Britain Risks ‘Crisis of Capitalism’ Due to Rising Inequality

(Bloomberg) -- Britain risks following the U.S. in terms of declining life expectancy and stagnant wages for the less-educated portion of the population if the causes of inequality go unchecked, according to a report.

The research, published Tuesday, forms the first part of a review into inequality chaired by Nobel Laureate Angus Deaton, which will ultimately provide a set of policy proposals to tackle inequality in Britain.

The findings are bound to fuel the debate over wealth disparities in the U.K., an issue that both Prime Minister Theresa May and opposition leader Jeremy Corbyn have pledged to redress after years of austerity and meager income growth.

Britain Risks ‘Crisis of Capitalism’ Due to Rising Inequality

“The deepening economic and social divides have led some to question whether inequality will lead to a crisis of capitalism,” the report, commissioned by the Institute for Fiscal Studies, said. “With support for populist candidates rising on both sides of the Atlantic, and on both sides of the political spectrum, some question whether inequality may pose a threat not just to capitalism but also to our democratic system.”

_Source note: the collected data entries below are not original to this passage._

def sp_basis(k, normal):
    """s and p unit vectors of the incident wave at an interface.

    Parameters
    ----------
    k : (N, 3) float [1]
        Unit propagation direction of the incident wave.
    normal : (N, 3) or (3,) float [1]
        Face normal (either orientation; ``s`` flips with it, which is harmless since
        the same ``s`` serves all three waves).

    Returns
    -------
    s_hat : (N, 3) float
        ``normalise(k x normal)``, perpendicular to the plane of incidence. At normal
        incidence (``|k x normal| < NORMAL_INCIDENCE_SIN``) the plane is undefined and
        ``s = normalise(k x e)`` with ``e`` the world axis least aligned with ``k``
        (lowest index on ties) -- a fixed, deterministic choice.
    p_in : (N, 3) float
        ``k x s`` for the incident wave. The reflected and transmitted waves use the
        same ``s`` and their own ``p = k_out x s``.

    Examples
    --------
    >>> s, p = sp_basis(np.array([[0.0, 0.0, 1.0]]), np.array([[0.0, 0.0, 1.0]]))
    >>> s, p
    (array([[0., 1., 0.]]), array([[-1.,  0.,  0.]]))
    """
    k = np.atleast_2d(np.asarray(k, dtype=float))
    n = np.broadcast_to(np.asarray(normal, dtype=float), k.shape)
    s = np.cross(k, n)
    ns = np.linalg.norm(s, axis=-1)
    scale = np.linalg.norm(k, axis=-1) * np.linalg.norm(n, axis=-1)
    normal_inc = ns < NORMAL_INCIDENCE_SIN * scale
    if np.any(normal_inc):
        s = s.copy()
        s[normal_inc] = _fallback_perpendicular(k[normal_inc])
        ns = np.where(normal_inc, 1.0, ns)
    s = s / ns[:, None]
    p = np.cross(_unit(k), s)
    return s, p


def apply_interface(M, k_in, k_out, s_hat, amp_s, amp_p):
    """Field matrix of a child wave at an interface.

    The field of each input state is projected on the incident ``(s, p_in)``,
    multiplied by ``(amp_s, amp_p)`` and rebuilt on ``(s, p_out)`` with
    ``p_in = k_in x s`` and ``p_out = k_out x s`` (our convention, module docstring).
    The amplitudes are normally power-normalised by the caller (``|amp|**2`` is the
    power reflectance or transmittance), so that the child's relative power is
    ``trace(M_out J M_out^H)``; raw field ratios work as well (used for checking
    Maxwell's boundary conditions).

    Parameters
    ----------
    M : (N, 3, 2) complex
        Field matrix of the incident ray.
    k_in, k_out : (N, 3) float [1]
        Unit directions of the incident and the child wave.
    s_hat : (N, 3) float [1]
        From :func:`sp_basis` (shared by all waves of the event).
    amp_s, amp_p : (N,) complex [1]
        Amplitude coefficients of the child (e.g. ``rs, rp`` or scaled ``ts, tp``).

    Returns
    -------
    (N, 3, 2) complex

    Examples
    --------
    A perfect mirror at normal incidence (rs = -1, rp = +1) flips the field:

    >>> k = np.array([[0.0, 0.0, 1.0]])
    >>> s, _ = sp_basis(k, -k)
    >>> M = initial_field_matrix([[1.0, 0, 0]], [[0.0, 1, 0]])
    >>> Mr = apply_interface(M, k, -k, s, np.array([-1.0]), np.array([1.0]))
    >>> np.allclose(Mr, -M)
    True
    """
    M = np.asarray(M, dtype=complex)
    k_in = np.asarray(k_in, dtype=float)
    k_out = np.asarray(k_out, dtype=float)
    s = np.asarray(s_hat, dtype=float)
    p_in = _unit(np.cross(k_in, s))
    p_out = _unit(np.cross(k_out, s))
    a_s = np.einsum("...i,...ik->...k", s, M)  # (N, 2): s component of each column
    a_p = np.einsum("...i,...ik->...k", p_in, M)
    amp_s = np.asarray(amp_s, dtype=complex)[..., None]
    amp_p = np.asarray(amp_p, dtype=complex)[..., None]
    return s[..., :, None] * (amp_s * a_s)[..., None, :] + p_out[..., :, None] * (amp_p * a_p)[..., None, :]


def output_coherency(M, J):
    """The ray's ``(3, 3)`` coherency ``M J M^H`` [relative power].

    Parameters
    ----------
    M : (..., 3, 2) complex
    J : (2, 2) or (..., 2, 2) complex
    """
    M = np.asarray(M, dtype=complex)
    J = np.asarray(J, dtype=complex)
    return np.einsum("...ik,...kl,...jl->...ij", M, J, M.conj())


def ray_power(M, J):
    """Relative power ``trace(M J M^H)`` of each ray.

    Parameters
    ----------
    M : (..., 3, 2) complex
        Field matrices.
    J : (2, 2) or (..., 2, 2) complex
        Input coherency (trace 1 for unit launch power).

    Returns
    -------
    (...) float [1]
        Multiply by the ray's launch power [W] for watts.

    Examples
    --------
    >>> M = initial_field_matrix([[1.0, 0, 0]], [[0.0, 1, 0]]) * np.sqrt(0.25)
    >>> float(ray_power(M, stokes_to_coherency(unpolarised()))[0])
    0.25
    """
    M = np.asarray(M, dtype=complex)
    J = np.asarray(J, dtype=complex)
    return np.einsum("...ik,...kl,...il->...", M, J, M.conj()).real


def jones_in_frame(M, out_x, out_y):
    """Jones matrix of a path, from the source input basis to an output basis.

    ``Jones[a, k] = out_a . M[:, k]`` with ``out_0 = out_x`` and ``out_1 = out_y``.

    Parameters
    ----------
    M : (..., 3, 2) complex
        Field matrices.
    out_x, out_y : (3,) or (..., 3) float [1]
        Orthonormal output axes transverse to the ray; use ``out_x x out_y = k`` for
        Stokes and Mueller matrices in our handedness convention (see
        :func:`transverse_frame`).

    Returns
    -------
    (..., 2, 2) complex
    """
    M = np.asarray(M, dtype=complex)
    B = np.stack(np.broadcast_arrays(np.asarray(out_x, float), np.asarray(out_y, float)), axis=-2)
    return np.einsum("...ai,...ik->...ak", B, M)


def detector_jones(M, x_axis, y_axis, *, directions):
    """Jones matrices of rays in the right-handed transverse frame of a detector.

    Parameters
    ----------
    M : (N, 3, 2) complex
    x_axis, y_axis : (3,) or (N, 3) float [1]
        Detector axes.
    directions : (N, 3) float [1]
        Ray directions ``k``.

    Returns
    -------
    jones : (N, 2, 2) complex
        From the source input basis to ``(x', y')`` with ``x' = x_axis`` made
        transverse to ``k`` and ``y' = k x x'`` (right-handed with ``k``).
    flip : (N,) bool
        Where ``y'`` points away from ``y_axis`` (e.g. a detector facing the light,
        whose ``x_axis x y_axis`` is its normal, opposite to ``k``). Reported Stokes
        vectors negate S2 there, so that S2 > 0 is towards ``y_axis`` while S3 keeps its
        physical meaning (see :func:`detector_stokes`).
    """
    k = np.atleast_2d(np.asarray(directions, dtype=float))
    xp, yp = transverse_frame(k, x_axis)
    jones = jones_in_frame(np.asarray(M, dtype=complex), xp, yp)
    yref = np.broadcast_to(np.asarray(y_axis, dtype=float), yp.shape)
    return jones, np.sum(yp * yref, axis=-1) < 0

The share of income going to the top 1% of households in the U.K. has nearly tripled in the last four decades, while adjusting for inflation, the lowest-earning working households today earn little more than they would have in the mid-1990s. Figures also show that “deaths of despair” -- those from suicide, drug and alcohol abuse -- are rising among the middle-aged, while residents of less affluent parts of England have lower life expectancy

Declining membership in trade unions and growth in the gig economy are likely reducing workers’ bargaining power, the report said. Technological change and globalization are also driving forces of inequalities, according to the report, which also looked at disparities in geography, generations, and gender.

“I think that people getting rich is a good thing, especially when it brings prosperity to others,” Deaton said. “But the other kind of getting rich, ‘taking’ rather than ‘making,’ rent-seeking rather than creating, enriching the few at the expense of the many, taking the free out of free markets, is making a mockery of democracy.”